İsa Mesih çarmıha gerilmesini, kendi tahtına oturması olarak gördü ve çarmıhın etrafındaki bahsettiğimiz bütün bu farklı karakterlerin hepsi de bir şekilde, ister istemez, onun krallığını dile getirir, ikrar ederler.
Mesih’in öldüğü anda, Tapınak’taki perde yırtıldı. Acaba bunun önemi nedir?
Ama İsa yüksek sesle bağırarak son nefesini verdi.
O anda tapınaktaki perde yukarıdan aşağıya yırtılarak ikiye bölündü.
Mark 15.37-38
Tanrı ile insanları ayıran bu perde, Aden Bahçesi’ndeki isyan ve ardından kovulmanın sonucudur. Adem ile Havva bahçeden kovulduktan sonra, hiç bir şekilde Tanrı’nın huzuruna giremez olmuşlardı.
Onu kovdu. Yaşam ağacının yolunu denetlemek için de Aden bahçesinin doğusuna Keruvlar ve her yana dönen alevli bir kılıç yerleştirdi.
Yar 3.24
Sonra çöldeki buluşma çadırında bir perde vardı. Sonra da Kudüs’teki tapınakta ve bu perde her zaman aynı şeyi simgeliyordu, Tanrı’nın kutsal huzuruna insanoğlunun çıkamaması. Şimdi, onu yırtmakla Tanrı, ‘artık huzuruma çıkabilirsiniz,’ diyordu. Çünkü günahın cezası ödendi. Çarmıh bizi Tanrı’yla barıştıdı.
Perdenin yırtılmasının bir anlamı daha var.

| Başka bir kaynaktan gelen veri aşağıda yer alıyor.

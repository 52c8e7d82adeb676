import pytest

from finefit.session import Session

# C I 2p2 levels, C. E. Moore, Atomic Energy Levels, NSRDS-NBS 35 (1971), Vol. I  # from memory
C_I_2P2 = [
    (0.00, 0, "2p2 3P"),
    (16.40, 1, "2p2 3P"),
    (43.40, 2, "2p2 3P"),
    (10192.63, 2, "2p2 1D"),
    (21648.01, 0, "2p2 1S"),
]


@pytest.fixture
def carbon_session():
    s = Session.new(["2p2"], Z=6, charge=0, name="C I")
    s.set_parameter("2p2: Eav", 10000.0, vary=True)
    s.set_parameter("2p2: F2(2p)", 45000.0, vary=True)
    s.set_parameter("2p2: zeta(2p)", 20.0, vary=True)
    for e, J, lab in C_I_2P2:
        s.add_level(energy=e, J=J, parity="even", configuration="2p2", label=lab,
                    uncertainty=0.1)
    return s
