"""The level filter language (finefit.fitting.level_filter), on invented levels."""

from types import SimpleNamespace

import pytest

from finefit.fitting.level_filter import FilterError, parse_filter
from finefit.fitting.settings import ObservedLevel

# invented levels of an iron-group-like list (test data only)
LEVELS = [
    ObservedLevel(id="L001", energy=0.0, J=4.5, parity="even", configuration="3d6 4s",
                  label="3d6(5D)4s 6D"),
    ObservedLevel(id="L002", energy=389.1, J=3.5, parity="even", configuration="3d6 4s",
                  label="3d6(5D)4s 6D", include=False),
    ObservedLevel(id="L003", energy=19396.3, J=4.5, parity="even", configuration="3d7",
                  label="3d7 4F", state=1),
    ObservedLevel(id="L004", energy=38458.9, J=4.5, parity="odd", configuration=None,
                  label=None),
]


def row(residual, calc, conf, mismatch=False):
    return SimpleNamespace(residual=residual, label_mismatch=mismatch, calc_label=calc,
                           configuration=conf)


ROWS = {"L001": row(0.5, "3d6(5D)4s 6D", "3d6 4s"), "L002": row(-3.0, "3d6(5D)4s 6D", "3d6 4s"),
        "L003": row(12.0, "3d6(3F2)4s 4F", "3d6 4s", mismatch=True),
        "L004": row(-1.0, "3d6(5D)4p 4F°", "3d6 4p")}


def shown(text, sigma=2.0):
    f = parse_filter(text)
    return [lv.id for lv in LEVELS if f.matches(lv, ROWS[lv.id], sigma)]


@pytest.mark.parametrize("text, ids", [
    ("", ["L001", "L002", "L003", "L004"]),
    ("c=3d6 4s", ["L001", "L002"]),           # spaces between subshells, as written
    ("c=3d64s", ["L001", "L002"]),
    ("c=3d6 4s J=9/2", ["L001"]),
    ("J=7/2,9/2 p=even", ["L001", "L002", "L003"]),
    ("J=4.5", ["L001", "L003", "L004"]),
    ("c=3d6 4p", ["L004"]),                   # the attached state's, where none is given
    ("p=o", ["L004"]),
    ("6D", ["L001", "L002"]),
    ("4F", ["L003", "L004"]),                 # the attached state's label counts too
    ("label=4F", ["L003"]),
    ("id=L001,L004", ["L001", "L004"]),
    ("e>1000", ["L003", "L004"]),
    ("e=0..400", ["L001", "L002"]),
    ("oc>2", ["L002", "L003"]),
    ("oc>2s", ["L003"]),                      # in units of sigma = 2
    ("is=excluded", ["L002"]),
    ("is=pinned", ["L003"]),
    ("is=mismatch", ["L003"]),
    ("is=outlier", ["L003"]),
    ("is=incl,pin", ["L003"]),
])
def test_filter_terms(text, ids):
    assert shown(text) == ids


def test_before_a_fit_rows_are_missing():
    f = parse_filter("oc>1")
    assert not f.matches(LEVELS[0], None, None)
    assert parse_filter("c=3d7").matches(LEVELS[2], None, None)


@pytest.mark.parametrize("text, word", [
    ("foo=bar", "foo"), ("J=7/3", "7/3"), ("p=up", "parity"), ("e>abc", "abc"),
    ("is=weird", "is="), ("e=5", "e=a..b"), ("c>3d7", "only e and oc"), ("J=", "no value"),
])
def test_bad_terms_say_what_is_wrong(text, word):
    with pytest.raises(FilterError) as err:
        parse_filter(text)
    assert word in str(err.value)
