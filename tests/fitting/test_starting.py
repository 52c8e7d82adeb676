"""Ab initio starting values joined to sessions (configuration-average Hartree-Fock)."""

import pytest

from finefit.cli import main
from finefit.fitting.starting import DEFAULT_SCALES
from finefit.session import Session, load


@pytest.fixture(scope="module")
def neon_session():
    s = Session.new(["2p5 3p"], Z=10, charge=0)
    s.add_level(energy=149000.0, J=3, parity="even", label="2p5(2P°)3p 3D")
    return s


def test_default_scales_are_common_practice():
    # common practice: Slater integrals at 0.85 of Hartree-Fock, zeta unscaled
    assert DEFAULT_SCALES == {"F": 0.85, "G": 0.85, "R": 0.85, "zeta": 1.0}


def test_fill_stores_ab_initio_and_scaled_starts(neon_session):
    s = neon_session
    res = s.fill_ab_initio()
    from finefit import hartree_fock

    hf = hartree_fock("2p5 3p", Z=10)
    assert res.ab_initio["2p5 3p: F2(2p,3p)"] == pytest.approx(hf.F(2, "2p", "3p"))
    assert res.ab_initio["2p5 3p: G0(2p,3p)"] == pytest.approx(hf.G(0, "2p", "3p"))
    assert res.ab_initio["2p5 3p: zeta(2p)"] == pytest.approx(hf.zeta("2p"))
    p = s.parameters["2p5 3p: F2(2p,3p)"]
    assert p.ab_initio == pytest.approx(hf.F(2, "2p", "3p"))
    assert p.value == pytest.approx(0.85 * p.ab_initio)
    assert s.parameters["2p5 3p: zeta(2p)"].value == pytest.approx(hf.zeta("2p"))
    # physical range for neutral neon 2p5 3p: zeta(2p) some hundreds of cm-1
    # (observed about 520 cm-1, from memory)
    assert 400 < s.parameters["2p5 3p: zeta(2p)"].value < 800
    # E_av shifted so that the lowest computed level is the lowest observed one
    sol = s.solve()["even"]
    assert sol.levels[0].energy == pytest.approx(149000.0, abs=1e-6)


def test_ratios_refer_to_ab_initio(neon_session):
    r = neon_session.report()
    assert r.ratio_reference["2p5 3p: F2(2p,3p)"] == "ab initio"
    assert r.ratios["2p5 3p: F2(2p,3p)"] == pytest.approx(0.85)


def test_cli_abinitio_and_custom_scale(tmp_path, capsys):
    p = tmp_path / "s.toml"
    assert main(["new", str(p), "-c", "2p5 3p", "--Z", "10"]) == 0
    assert main(["abinitio", str(p), "--scale", "F=0.8"]) == 0
    s = load(p)
    f = s.parameters["2p5 3p: F2(2p,3p)"]
    assert f.value == pytest.approx(0.8 * f.ab_initio)
    assert main(["abinitio", str(p), "--scale", "Q=1"]) == 2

Oradan geçenler başlarını sallayıp İsa'ya sövüyor, "Hani sen tapınağı yıkıp üç günde yeniden kuracaktın? Çarmıhtan in de kurtar kendini!" diyorlardı.
Mark 15.29
İsa zaten bir kaç gün evvel tapınağın yerle bir edilmesi konusunda peygamberliksel sözler etmişti.

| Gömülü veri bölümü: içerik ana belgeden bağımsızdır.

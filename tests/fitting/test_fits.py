"""Fits: round trips, a published case, crossings, the Jacobian through links and bounds."""

import numpy as np
import pytest

from finefit import Model
from finefit.fitting.fit import FitProblem
from finefit.fitting.settings import FitOptions, ParameterSetting
from finefit.fitting.synthetic import INVENTED_IRON_GROUP, synthetic_levels
from finefit.session import Session

TRUE_3D = {
    "3d2: Eav": 0.0, "3d2: F2(3d)": 62000.0, "3d2: F4(3d)": 39000.0, "3d2: zeta(3d)": 320.0,
    "3d 4s: Eav": 15000.0, "3d 4s: G2(3d,4s)": 11000.0, "3d 4s: zeta(3d)": 300.0,
    "3d2 | 3d 4s: R2(3d3d,3d4s)": -3500.0,
}


def test_round_trip_recovers_parameters_and_noise():
    # invented test data: levels from known parameters plus Gaussian noise of known size
    model = Model(["3d2", "3d 4s"])
    noise = 3.0
    levels = synthetic_levels(model, TRUE_3D, noise=noise, seed=7)
    rng = np.random.default_rng(1)
    settings = {}
    for n, v in TRUE_3D.items():
        start = v + 400.0 if "Eav" in n else v * (1 + 0.04 * rng.standard_normal())
        settings[n] = ParameterSetting(value=start, vary=True)
    r = FitProblem({"even": model}, settings, levels, FitOptions()).fit()
    assert r.converged
    assert r.n_levels == len(levels)
    assert r.n_free == len(TRUE_3D)
    for n, v in TRUE_3D.items():
        assert abs(r.values[n] - v) < 4 * r.errors[n], n
    # 14 levels, 8 free: sigma scatters around the injected noise (chi2 with 6 dof)
    assert 0.3 * noise < r.sigma < 2.0 * noise
    assert r.strong_correlations is not None
    names, corr = r.correlation
    assert corr.shape == (8, 8)
    assert np.allclose(np.diag(corr), 1.0)


def test_carbon_2p2_three_parameters(carbon_session):
    # published case: C I 2p2 (Moore 1971) with E_av, F2(2p), zeta(2p). A single 2p2
    # configuration cannot give the observed (1S-1D)/(1D-3P) ratio of about 1.13 against
    # 3/2 in pure Slater theory (Condon & Shortley 1935), so sigma stays at hundreds of cm-1.
    r = carbon_session.fit()
    assert r.converged
    assert r.n_levels == 5 and r.n_free == 3
    assert 200 < r.sigma < 2000
    assert 30000 < r.values["2p2: F2(2p)"] < 50000  # F^2 of C I about 0.8 x HF  # common practice
    for row in r.levels:
        assert row.purity > 0.99  # near-LS coupling in the light atom


def test_carbon_2p2_with_trees_correction(carbon_session):
    carbon_session.set_parameter("2p2: alpha(2p)", 0.0, vary=True)
    r = carbon_session.fit()
    assert r.converged
    assert r.sigma < 5.0
    # 3P intervals 16.4 and 27.0 cm-1 give zeta about 29 cm-1 (Landé interval rule)
    assert 20 < r.values["2p2: zeta(2p)"] < 40
    assert 30000 < r.values["2p2: F2(2p)"] < 50000
    assert all(row.purity > 0.999 for row in r.levels)
    assert all(abs(row.residual) < 10 for row in r.levels)


def _crossing_problem(follow: bool):
    model = Model(["3d2", "3d 4s"])
    true = dict(TRUE_3D)
    true["3d2 | 3d 4s: R2(3d3d,3d4s)"] = 0.0  # no mixing: the J=2 levels cross exactly
    levels = synthetic_levels(model, true, noise=0.0)
    settings = {n: ParameterSetting(value=v, vary=False) for n, v in true.items()}
    # start with 3d 4s far below: its J = 2 levels start below the 3d2 ones and must
    # cross them on the way to the solution
    settings["3d 4s: Eav"] = ParameterSetting(value=-30000.0, vary=True)
    opts = FitOptions(follow_eigenvectors=follow)
    return FitProblem({"even": model}, settings, levels, opts), true


def test_eigenvalue_crossing_keeps_attachments():
    prob, true = _crossing_problem(follow=True)
    r = prob.fit()
    assert r.converged
    assert r.sigma < 1e-4
    assert r.values["3d 4s: Eav"] == pytest.approx(true["3d 4s: Eav"], abs=1e-3)
    assert all(row.calc_label == row.label for row in r.levels)


def test_crossing_without_following_goes_wrong():
    # the same fit with attachments frozen to eigenvalue order must fail to recover
    prob, true = _crossing_problem(follow=False)
    r = prob.fit()
    assert r.sigma > 1.0 or any(row.calc_label != row.label for row in r.levels)


def test_jacobian_through_links_and_bounds_matches_finite_differences():
    model = Model(["3d2", "3d 4s"])
    levels = synthetic_levels(model, TRUE_3D, noise=5.0, seed=3)
    settings = {n: ParameterSetting(value=v, vary=True) for n, v in TRUE_3D.items()}
    for n in ("3d2: F2(3d)", "3d2: F4(3d)"):
        settings[n].link = "Fk"
    settings["3d2: zeta(3d)"].link = "zeta"
    settings["3d 4s: zeta(3d)"].link = "zeta"
    settings["3d 4s: G2(3d,4s)"].min = 10000.0
    settings["3d 4s: G2(3d,4s)"].max = 12000.0
    prob = FitProblem({"even": model}, settings, levels, FitOptions())
    assert len(prob.variables) == 6  # Eav x2, the Fk group, the zeta group, G2 and R2
    v0 = prob.v_start * 1.01
    _, J = prob.evaluate(v0, jacobian=True, commit=False)
    for j in range(v0.size):
        h = 1e-4 * max(1.0, abs(v0[j]))
        vp, vm = v0.copy(), v0.copy()
        vp[j] += h
        vm[j] -= h
        ep, _ = prob.evaluate(vp, jacobian=False, commit=False)
        em, _ = prob.evaluate(vm, jacobian=False, commit=False)
        assert J[:, j] == pytest.approx((ep - em) / (2 * h), rel=1e-6, abs=1e-6)
    r = prob.fit()
    assert r.converged
    # linked parameters keep their ratio
    assert r.values["3d2: F4(3d)"] / r.values["3d2: F2(3d)"] == pytest.approx(39000 / 62000)
    assert r.values["3d2: zeta(3d)"] == pytest.approx(
        r.values["3d 4s: zeta(3d)"] * 320.0 / 300.0
    )
    assert 10000.0 <= r.values["3d 4s: G2(3d,4s)"] <= 12000.0


def test_parameter_at_bound_is_reported():
    model = Model(["3d2", "3d 4s"])
    levels = synthetic_levels(model, TRUE_3D, noise=1.0, seed=3)
    settings = {n: ParameterSetting(value=v, vary=True) for n, v in TRUE_3D.items()}
    settings["3d 4s: G2(3d,4s)"] = ParameterSetting(value=8000.0, vary=True, max=9000.0)
    r = FitProblem({"even": model}, settings, levels, FitOptions()).fit()
    assert r.status["3d 4s: G2(3d,4s)"] == "at bound"
    assert r.values["3d 4s: G2(3d,4s)"] == pytest.approx(9000.0)
    assert any("at a bound" in w for w in r.warnings)


def test_undetermined_parameter_is_named_not_nan():
    model = Model(["3d2", "3d 4s"])
    levels = [lv for lv in synthetic_levels(model, TRUE_3D, noise=1.0, seed=3)
              if lv.configuration == "3d2"]
    settings = {n: ParameterSetting(value=v, vary=True) for n, v in TRUE_3D.items()}
    settings["3d2 | 3d 4s: R2(3d3d,3d4s)"].value = 0.0
    settings["3d2 | 3d 4s: R2(3d3d,3d4s)"].vary = False
    r = FitProblem({"even": model}, settings, levels, FitOptions()).fit()
    assert "3d 4s: G2(3d,4s)" in r.undetermined
    assert r.status["3d 4s: G2(3d,4s)"] == "undetermined"
    assert np.isinf(r.errors["3d 4s: G2(3d,4s)"])
    assert all(np.isfinite(r.errors[n]) for n in ("3d2: F2(3d)", "3d2: F4(3d)"))
    import json

    json.dumps(r.to_dict(), allow_nan=False)  # no NaN or inf leaks into JSON


def test_not_converged_is_reported():
    model = Model(["3d2", "3d 4s"])
    levels = synthetic_levels(model, TRUE_3D, noise=1.0, seed=3)
    settings = {n: ParameterSetting(value=v * 1.3, vary=True) for n, v in TRUE_3D.items()}
    r = FitProblem({"even": model}, settings, levels, FitOptions(max_iterations=2)).fit()
    assert not r.converged
    assert any("did not converge" in w for w in r.warnings)


def test_misassigned_level_is_exposed():
    # invented data: a three-configuration even set; swap the labels of two J = 5/2
    # levels a few hundred cm-1 apart. The pair stands out with the largest |O-C|.
    model = Model(["3d6 4s", "3d7", "3d5 4s2"])
    true = FE_LIKE
    levels = synthetic_levels(model, true, noise=2.0, seed=5, max_levels=80)
    j52 = sorted((lv for lv in levels if lv.J == 2.5), key=lambda lv: lv.energy)
    gaps = [(j52[i + 1].energy - j52[i].energy, i) for i in range(len(j52) - 1)
            if j52[i].label != j52[i + 1].label]
    gap, i = min(g for g in gaps if g[0] > 300)
    a, b = j52[i], j52[i + 1]
    a.label, b.label = b.label, a.label
    settings = {n: ParameterSetting(value=v, vary="R2" not in n and "alpha" not in n)
                for n, v in true.items()}
    r = FitProblem({"even": model}, settings, levels, FitOptions()).fit()
    worst = sorted(r.levels, key=lambda row: -abs(row.residual))[:3]
    assert {a.id, b.id} & {row.id for row in worst}
    assert abs(worst[0].residual) > 3 * r.sigma
    a.label, b.label = b.label, a.label  # with the right labels the fit is at the noise
    good = FitProblem({"even": model}, settings, levels, FitOptions()).fit()
    assert good.sigma < 4.0 < r.sigma / 10


FE_LIKE = INVENTED_IRON_GROUP  # invented values (finefit.fitting.synthetic)


def test_predictions_have_uncertainties():
    model = Model(["3d2", "3d 4s"])
    levels = synthetic_levels(model, TRUE_3D, noise=2.0, seed=4)
    kept = levels[:-3]
    settings = {n: ParameterSetting(value=v, vary=True) for n, v in TRUE_3D.items()}
    r = FitProblem({"even": model}, settings, kept, FitOptions()).fit()
    assert len(r.predictions) == 3
    for p, lv in zip(sorted(r.predictions, key=lambda p: p.energy), levels[-3:], strict=True):
        assert p.uncertainty > 0
        assert abs(p.energy - lv.energy) < 5 * p.uncertainty + 10


def test_session_api_minimal_contract():
    # CONVENTIONS.md "Minimal session API"
    s = Session.new(["2p2"], Z=6, charge=0)
    s.set_parameter("2p2: F2(2p)", 45000.0, vary=True)
    s.add_level(energy=43.4, J=2, parity="even", configuration="2p2", label="2p2 3P",
                uncertainty=0.1)
    s.add_level(energy=10192.63, J=2, parity="even", configuration="2p2", label="2p2 1D")
    s.add_level(energy=21648.01, J=0, parity="even", configuration="2p2", label="2p2 1S")
    r = s.fit()
    assert r.converged in (True, False)
    assert r.n_levels == 3
    row = r.levels[0]
    assert {row.energy_obs, row.label} == {43.4, "2p2 3P"}
    assert isinstance(r.values["2p2: F2(2p)"], float)
    assert isinstance(r.errors["2p2: F2(2p)"], float)
    names, matrix = r.correlation
    assert matrix.shape == (len(names), len(names))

İsa ona, "Bu büyük yapıları görüyor musun? Burada taş üstünde taş kalmayacak , hepsi yıkılacak!" dedi.
Mar 13:2
Yahudiler Kutsal Yeri acaba neden yıkılacaktı? Çünkü Kudüs’teki tapınak, Tanrı ile insanlar arasında geçici bir buluşma noktasıydı. Ama Tanrı’yla insanlar arasında asıl buluşma noktası (çarmıh – İsa’nın ta kendisi) gerçekleşince, taştan olan tapınağa hiç gerek kalmadı ve perdenin yırtılması bunun bir işaretiydi. Kırk yıl sonra tapınak hakikaten yerle bir edilecekti (MS 70 yılında.) Markos bu olayları yazıya döktüğünde bunu henüz bilemezdi.
Artık yeni bir tapınak var. Tanrı’yla buluşmak isteyen, Mesih’e gelsin. Günahlarının affedilmesi isteyen, Mesih’e gelsin. Şifa almak isteyen, Mesih’e gelsin. Hristiyanlık’ta Kutsal bir toprak yok, Mesih var. Hristiyanlık’ta kutsal binalar, mabetler yok, Mesih var. Tapınakta olduğu gibi hiyerarşik bir ruhban sınıfı, bir müesseses yapı yok, Mesih var. Hristiyanlığın bir ana-kültü, Kutsal dili, başkenti yok, Mesih var! O tapınağımızdır, O Kutsal Yerimizdir, O Tanrı’yla buluşma noktamızdır!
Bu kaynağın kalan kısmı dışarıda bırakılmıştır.